神秘女子双目瞬间赤红如血,灵力四溢,将涅鲁衮与大队人马隔绝。
“大王无需动怒,小女子不过是游走于三界的‘仙域商人’罢了……”
“四极神殿的镜湖仙域?!”目瞪口呆的涅鲁衮,差点从马上摔落。
“大王英明,小女子呢只是来找大王谈谈生意……这样吧,我开出几个价码,大王看看有没有中意的宝物可好?”
“姑奶奶,您可别戏耍我了!星贝换宝物和用命换有什么区别?”四极神殿是它绝对惹不起的存在,倘若真的是仙域商人,动动手指就能要了这七阶魔将的命……
内心惶恐的涅鲁衮跌落马背,一屁股滚到地上,垂头丧气地瘫坐一坨。
神秘女子调皮地笑了笑,又背着玉手装模作样地说道:“呃呀,大王莫慌!小女子开的条件,必能让大王换得丰厚功勋来弥补损失哒!绝对价格公道,童叟无欺!”
涅鲁衮咧着苦瓜嘴,憨憨地说道:“我只是个三星初级魔将,熬了三百年魔勋,就换了三个星贝,你有什么能让我换取更多魔勋的宝贝?”
“嗯哼,咳咳!”女子背对着涅鲁衮清了清嗓子,来掩饰她偷笑的表情,“我这里呢,有西王母的凤凰蛋,有后土娘娘的守山石,有嫦娥仙子的不老药,还有相柳的毒牙……呐,如果你都看不上,也可以一百万两黄金换一颗星贝,如何?!”
神秘女子转过身,双手掐腰,趾高气昂地看着颓废的涅鲁衮。这棕熊掰着手指头合计了半天,突然乐开了花儿!
“一颗凤凰蛋,就可以在‘魔隐’大人那里换三颗星贝,守山石两颗,不老药一颗,那相柳的毒牙估计也能换一颗……这买卖划算啊!仙子,我换,我换!”

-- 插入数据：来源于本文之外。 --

import { Operation, type OperationType } from '#shared/contracts/counts.ts'
import { wordIssue } from '#shared/contracts/wording.ts'
import { foldShelfCode } from '#shared/barcode/shelf-code.ts'
import { effectiveTime } from '#shared/ledger/effective-time.ts'
import type { Reader } from '../db/client.ts'
import type { Actor } from '../http/context.ts'
import {
  findBin,
  findBinOfItemInRoom,
  findOrderLine,
  listAssignments,
  listMovementsOfOps,
  roomExists,
  wasRefused,
  type MovementRow,
} from './counts.repository.ts'
import { NotYet, Refusal } from './refusal.ts'

/** The newest form of an entry this server knows; all before it are still taken. */
export const newestVersion = 1
const ownHours = 14
const sheetDays = 7
const hourMs = 3_600_000

const coordinatorOnly = new Set<OperationType>(['arrival', 'release'])

/** One end of an entry: a bin and the assignment its rows belong to. */
export interface End {
  binId: number
  roomId: number
  assignmentId: number
  itemId: number
  packSize: number
}

/** An entry that may be written: where, when and about what. */
export interface Judged {
  operation: Operation
  end: End
  other: End | null
  effectiveAt: Date
  statedAt: Date
  flags: string[]
  targetEnds: ('bin' | 'other')[]
  /** What a person has to look at although the entry is taken in. */
  attention: string | null
}

/** Reads the form of an entry. @throws {Refusal | NotYet} */
export function readOperation(item: Record<string, unknown>): Operation {
  if (typeof item.v === 'number' && Number.isInteger(item.v) && item.v > newestVersion) {
    throw new NotYet(
      'newer-version',
      'This entry was made by a newer app than this server knows. It stays on the phone and is sent again.',
    )
  }
  const parsed = Operation.safeParse(item)
  if (parsed.success) return parsed.data
  const issue = parsed.error.issues[0]
  const where = issue?.path.join('.') || 'entry'
  throw new Refusal('invalid-operation', `${where}: ${issue ? wordIssue(issue) : 'cannot be read'}`.slice(0, 300), true)
}

/** Decides whether and where an entry counts. @throws {Refusal | NotYet} */
export async function judge(db: Reader, actor: Actor, operation: Operation, receivedAt: Date): Promise<Judged> {
  if (coordinatorOnly.has(operation.type) && actor.role !== 'coordinator') {
    throw new Refusal('out-of-scope', 'Your role does not include this kind of entry.', false)
  }
  const time = timeOf(operation, receivedAt)
  const statedAt = new Date(time.effectiveAt)
  if ('targetOpId' in operation) return judgeAboutOther(db, actor, operation, statedAt, receivedAt, time.suspect)
  const bin = await binOf(db, operation)
  const other = operation.type === 'transfer' ? await otherEnd(db, operation, bin) : null
  const nowhere = operation.type === 'transfer' && other === null
  const inScope = scopeOf(actor, bin.roomId) || (other !== null && scopeOf(actor, other.roomId))
  if (!inScope) throw new Refusal('out-of-scope', 'This place is outside your rooms.', false)
  const { end, changed } = await endOf(
    db,
    bin,
    operation.itemId === undefined ? null : Number(operation.itemId),
    statedAt,
  )
  if ('orderLineId' in operation && operation.orderLineId !== undefined)
    await checkLine(db, Number(operation.orderLineId), end, bin)
  const flags = [...(time.suspect ? ['clock-suspect'] : []), ...(changed ? ['item-changed'] : [])]
  return {
    operation,
    end,
    other: other ? (await endOf(db, other, end.itemId, statedAt)).end : null,
    effectiveAt: statedAt,
    statedAt,
    flags,
    targetEnds: ['bin'],
    attention: nowhere
      ? 'Stock was moved to a room that has no place for this item. Put it where it belongs and count it.'
      : null,
  }
}

function timeOf(operation: Operation, receivedAt: Date): { effectiveAt: number; suspect: boolean } {
  const at = (text: string | null | undefined): number | null => (text == null ? null : Date.parse(text))
  const observedAt = at(operation.observedAt)
  if (observedAt !== null) {
    if (operation.observedSource !== 'typed-sheet') {
      throw new Refusal('invalid-operation', 'observedSource: say where the stated time comes from', true)
    }
    if (observedAt < receivedAt.getTime() - sheetDays * 24 * hourMs || observedAt > receivedAt.getTime() + 60_000) {
      throw new Refusal('invalid-operation', `observedAt: a sheet may be typed in up to ${sheetDays} days later`, true)
    }
  }
  return effectiveTime(
    {
      deviceTime: Date.parse(operation.deviceTime),
      estTime: at(operation.estTime),
      lastContact: at(operation.lastContact),
      offsetErrMs: operation.offsetErrMs ?? null,
      observedAt,
    },
    receivedAt.getTime(),
  )
}

const scopeOf = (actor: Actor, roomId: number): boolean => actor.roomIds === null || actor.roomIds.includes(roomId)

interface BinRef {
  id: number
  roomId: number
  overflowOf: number | null
}

async function binOf(db: Reader, operation: Operation): Promise<BinRef> {
  if (operation.type === 'arrival' && !operation.binId && !operation.binCode) {
    const line = await findOrderLine(db, Number(operation.orderLineId))
    const bin = line && (await findBin(db, { id: line.binId }))
    if (!bin) throw new Refusal('invalid-operation', 'orderLineId: there is no such line', false)
    return bin
  }
  const byId = operation.binId ? await findBin(db, { id: Number(operation.binId) }) : null
  const byCode = operation.binCode ? await findBin(db, { code: foldShelfCode(operation.binCode) }) : null
  const bin = operation.binId ? byId : byCode
  if (!bin) {
    throw new Refusal('unknown-bin', 'No place has this code. Check the label, or ask the coordinator to add it.', true)
  }
  if (operation.binCode && byCode?.id !== bin.id) {
    throw new Refusal('invalid-operation', 'binCode: it is the code of another place than binId', true)
  }
  return bin
}

async function otherEnd(
  db: Reader,
  operation: Extract<Operation, { type: 'transfer' }>,
  bin: BinRef,
): Promise<BinRef | null> {
  const other = await namedOtherEnd(db, operation, bin)
  if (other === 'no-place') return null
  if (!other)
    throw new Refusal('unknown-bin', 'The other end of this move is not known. Name its place or its room.', true)
  if (other.id === bin.id) throw new Refusal('invalid-operation', 'toBinId: a move needs two places', true)
  return other
}

async function namedOtherEnd(
  db: Reader,
  operation: Extract<Operation, { type: 'transfer' }>,
  bin: BinRef,
): Promise<BinRef | null | 'no-place'> {
  if (operation.toBinId) return findBin(db, { id: Number(operation.toBinId) })
  if (operation.toBinCode) return findBin(db, { code: foldShelfCode(operation.toBinCode) })
  const roomId = Number(operation.toRoomId ?? 0)
  if (!roomId || !(await roomExists(db, roomId))) return null
  const [now] = await listAssignments(db, bin.id)
  const itemId = operation.itemId ? Number(operation.itemId) : now?.itemId
  const found = itemId === undefined ? null : await findBinOfItemInRoom(db, roomId, itemId)
  return found ?? 'no-place'
}

/** The assignment an entry belongs to: the one the phone showed, even when the bin holds something else by now. */
async function endOf(
  db: Reader,
  bin: BinRef,
  itemId: number | null,
  at: Date,
): Promise<{ end: End; changed: boolean }> {
  const all = await listAssignments(db, bin.id)
  const current = all.find((a) => a.assignedTo === null) ?? null
  const then =
    all.find((a) => a.assignedFrom <= at && (a.assignedTo === null || a.assignedTo > at)) ?? current ?? all[0] ?? null
  const chosen =
    itemId === null ? then : current?.itemId === itemId ? current : (all.find((a) => a.itemId === itemId) ?? null)
  if (!chosen) {
    throw new Refusal(
      'item-mismatch',
      'This place does not hold that item. Look at its label and count it again.',
      true,
    )
  }
  return {
    end: {
      binId: bin.id,
      roomId: bin.roomId,
      assignmentId: chosen.id,
      itemId: chosen.itemId,
      packSize: chosen.packSize ?? 1,
    },
    changed: chosen.id !== current?.id,
  }
}

/** An order line is put away in its own place or in that place's overflow. */
async function checkLine(db: Reader, lineId: number, end: End, bin: BinRef): Promise<void> {
  const line = await findOrderLine(db, lineId)
  if (!line || line.state === 'draft') {
    throw new Refusal('invalid-operation', 'orderLineId: there is no such order on its way', false)
  }
  if (line.itemId !== end.itemId) throw new Refusal('item-mismatch', 'That order is for another item.', true)
  if (line.binId !== bin.id && line.binId !== bin.overflowOf) {
    throw new Refusal(
      'item-mismatch',
      'That order is for another place. Put it away there, or without the order.',
      true,
    )
  }
}

type AboutOther = Extract<Operation, { targetOpId: string }>

async function judgeAboutOther(
  db: Reader,
  actor: Actor,
  operation: AboutOther,
  statedAt: Date,
  receivedAt: Date,
  suspect: boolean,
): Promise<Judged> {
  if (operation.targetOpId === operation.opId)
    throw new Refusal('invalid-operation', 'targetOpId: an entry cannot be about itself', false)
  const targets = await listMovementsOfOps(db, [operation.targetOpId])
  const target = targets.find((t) => t.part === 0)
  if (!target && (await wasRefused(db, operation.targetOpId))) {
    throw new Refusal('target-refused', 'The entry this is about was not taken in. Settle that one first.', false)
  }
  if (!target) throw new NotYet('target-missing', 'The entry this is about has not arrived yet.')
  if (!targets.some((t) => scopeOf(actor, t.roomId)))
    throw new Refusal('out-of-scope', 'This place is outside your rooms.', false)
  await checkNamed(db, operation, targets)
  checkOwn(actor, operation, target, receivedAt)
  if (target.type === 'withdraw')
    throw new Refusal('invalid-operation', 'targetOpId: this was taken back already', false)
  const aboutCount = operation.type !== 'movement.withdraw'
  if (aboutCount !== (target.type === 'count')) {
    throw new Refusal('invalid-operation', `targetOpId: the entry it names is ${aboutCount ? 'no' : 'a'} count`, false)
  }
  const endOfRow = (row: MovementRow): End => ({
    binId: row.binId,
    roomId: row.roomId,
    assignmentId: row.assignmentId,
    itemId: row.itemId,
    packSize: 1,
  })
  const second = targets.find((t) => t.part === 1)
  return {
    operation,
    end: endOfRow(target),
    other: second ? endOfRow(second) : null,
    effectiveAt: target.effectiveAt,
    statedAt,
    flags: suspect ? ['clock-suspect'] : [],
    targetEnds: second ? ['bin', 'other'] : ['bin'],
    attention: null,
  }
}

/** A place that is named has to be one the target is about. */
async function checkNamed(db: Reader, operation: AboutOther, targets: MovementRow[]): Promise<void> {
  if (!operation.binId && !operation.binCode) return
  const bin = await binOf(db, operation)
  if (targets.some((t) => t.binId === bin.id)) return
  throw new Refusal('invalid-operation', 'binId: the entry it names is about another place', false)
}

/** Ward staff mend their own entries for one shift; a coordinator any, with a reason. */
function checkOwn(actor: Actor, operation: AboutOther, target: MovementRow, receivedAt: Date): void {
  const own = target.userId === actor.id && receivedAt.getTime() - target.recordedAt.getTime() <= ownHours * hourMs
  if (own) return
  if (actor.role !== 'coordinator') {
    throw new Refusal(
      'out-of-scope',
      'Only your own entries of this shift can be changed. Ask the coordinator, or count it again.',
      false,
    )
  }
  if (!operation.reason)
    throw new Refusal('invalid-operation', 'reason: say why somebody else’s entry is changed', true)
}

“呐,仙域商人最讲诚信,九天十地之内,就没有寻不到的宝贝,看好了……”神秘女子故作镇静地说着,心里却是小兔乱窜。
无双的演技,配合着幻化之术,信手拈来一颗土鸡蛋,一块破石头,一颗大力丸,一对野猪獠牙。
涅鲁衮直勾勾看着那双赤红的媚眼,无比坚信天上掉下了馅饼。痴痴地掏出了三颗散发着隐隐灵光的星贝,双手奉上。
一寸大小的七彩星贝,乃是星灵所化,似有生命的小巧扇贝。内涵灵珠,光泽温润如玉,灵气盎然。这也是九天十地最硬的通货。
女子面带矜持的笑容,一手送出宝贝,一手去拿星贝。心里不停嘀咕着:“稳住、稳住,就要到手了!只差一点点!哇~好漂亮的星贝,布灵布灵的~!”
“雕虫小技!”一个含糊的,似乎藏在面具后面的沉闷声音从天响起。
美梦,咫尺天涯……
幻灭,如此真实……
一团巨大的黑烟从天而降,轰然冲散了神秘女子的美梦。